Thomas Global Shuts Down, Closing its Virtual Doors

Thomas Global is closing its virtual doors in 2010 according to the latest news to come out of the supplier directory world. According to a source close to Thomas that I traded notes with this earlier this afternoon, “the site will be up until 2010 to honor advertising contracts, but most of the staff is gone.” In addition, Thomas closed IEN, a magazine it published since the Great Depression era, this spring. In the words, of my source: “another sign of the times.”

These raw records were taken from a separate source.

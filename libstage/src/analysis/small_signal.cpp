// Linearisation at the bias point and the complex solves built on it.
#include "analysis/small_signal.hpp"

#include <string>

#include "common/constants.hpp"
#include "stage/errors.hpp"

namespace stage::analysis {

Complex Probe::value(const std::vector<Complex>& x, double omega) const {
  Complex sum = 0.0;
  for (const Term& t : terms) sum += Complex(t.g, omega * t.c) * x[t.unknown];
  return sum;
}

Probe Probe::scaled(double factor) const {
  Probe p = *this;
  for (Term& t : p.terms) {
    t.g *= factor;
    t.c *= factor;
  }
  return p;
}

Probe Probe::voltage(mna::Index p, mna::Index n) {
  Probe probe;
  if (p != mna::kGroundIndex) probe.terms.push_back({p, 1.0, 0.0});
  if (n != mna::kGroundIndex) probe.terms.push_back({n, -1.0, 0.0});
  return probe;
}

SmallSignalSystem::SmallSignalSystem(const mna::System& system, const std::vector<double>& x)
    : system_(system),
      x_(x),
      bias_(system.make_workspace()),
      values_(static_cast<std::size_t>(system.pattern().nnz())),
      lu_(system.pattern()) {
  system.evaluate(system.request(x_.data()), bias_);
}

std::vector<Complex> SmallSignalSystem::make_vector() const {
  return std::vector<Complex>(static_cast<std::size_t>(system_.size()) + 1);
}

void SmallSignalSystem::factor(double omega) {
  for (std::size_t s = 0; s < values_.size(); ++s) values_[s] = {bias_.g[s], omega * bias_.c[s]};
  if (lu_.factor(values_.data())) return;
  const std::string name = system_.topology().name(lu_.singular_column() + 1);
  throw NumericalError(ErrorKind::singular,
                       "the small-signal system is singular at " + std::to_string(omega / kTwoPi) +
                           " Hz near '" + name +
                           "' (a lossless resonance or a node held only by reactances)",
                       {name});
}

void SmallSignalSystem::solve(std::vector<Complex>& b) {
  lu_.solve(b.data() + 1);
  b[0] = 0.0;  // sources tied to ground wrote into the trash entry
}

Probe SmallSignalSystem::current_through(mna::Device& device, mna::Index from,
                                         mna::Index to) const {
  const bool through_ground = from == mna::kGroundIndex;
  const mna::Index node = through_ground ? to : from;
  Probe probe;
  if (node == mna::kGroundIndex) return probe;
  mna::Workspace own = system_.make_workspace();
  mna::EvalOutput out = own.output();
  device.evaluate(system_.request(x_.data()), out);
  const mna::SparsePattern& pattern = system_.pattern();
  for (mna::Index col = 1; col <= pattern.n; ++col) {
    const int slot = pattern.find(node, col);
    if (slot >= 0 && (own.g[slot] != 0.0 || own.c[slot] != 0.0)) {
      probe.terms.push_back({col, own.g[slot], own.c[slot]});
    }
  }
  return through_ground ? probe.scaled(-1.0) : probe;
}

}  // namespace stage::analysis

What led Thomas Global to close its doors? The above-linked article cites “the unprecedented global economic downturn and the decline in marketing investment worldwide” as reasons for the shutdown. But I suspect there is more to it than that. Ironically, a couple weeks ago, I had a series of briefings with the Thomas team. But when I challenged their PR firm on a separate call that I had heard revenue had been declining over the years, they responded, “there was no way I could know that because Thomas was a private organization” and regardless, such rumors were "not true". So much for not knowing, I suppose.

What will be left of Thomas following the move? B2B Online notes “It will continue to publish its individual country-focused Web sites and directories, including ThomasNet.com, Thomas Register of Indian Manufacturers and its Web-based offering Thomex, Guia-NEI, the leading industrial directory of Brazil, as well as additional product Web sites in France, Germany, Italy and Turkey, as well as other countries.”

My source close to Thomas suggested to me that approximately "12 people" were let go this morning, leaving only “a few in NY and in the Philadelphia-area support group”. ThomasNet still has approximately “200 employees left in NYC”. How did the situation come to this with Thomas Global? My source hinted that “over the last couple of years, they started consolidating the smaller country operations with the magazine groups where possible and tried to maintain content at the global level with the staff in New York. But in the end, the only two healthy operations were India and Brazil.”

Regarding Thomas’ future, word from my source is that the rest of the business had a “good 2008” but so far 2009 is “proving to be disastrous,” from a revenue standpoint. Stay tuned for further analysis of Thomas, MFG.com, and Alibaba in the coming weeks on Spend Matters. It turns out that some of the other supplier directory sources in the market are not having as challenging a year as Thomas. And some, in fact, are growing despite the market turbulence and the manufacturing downturn.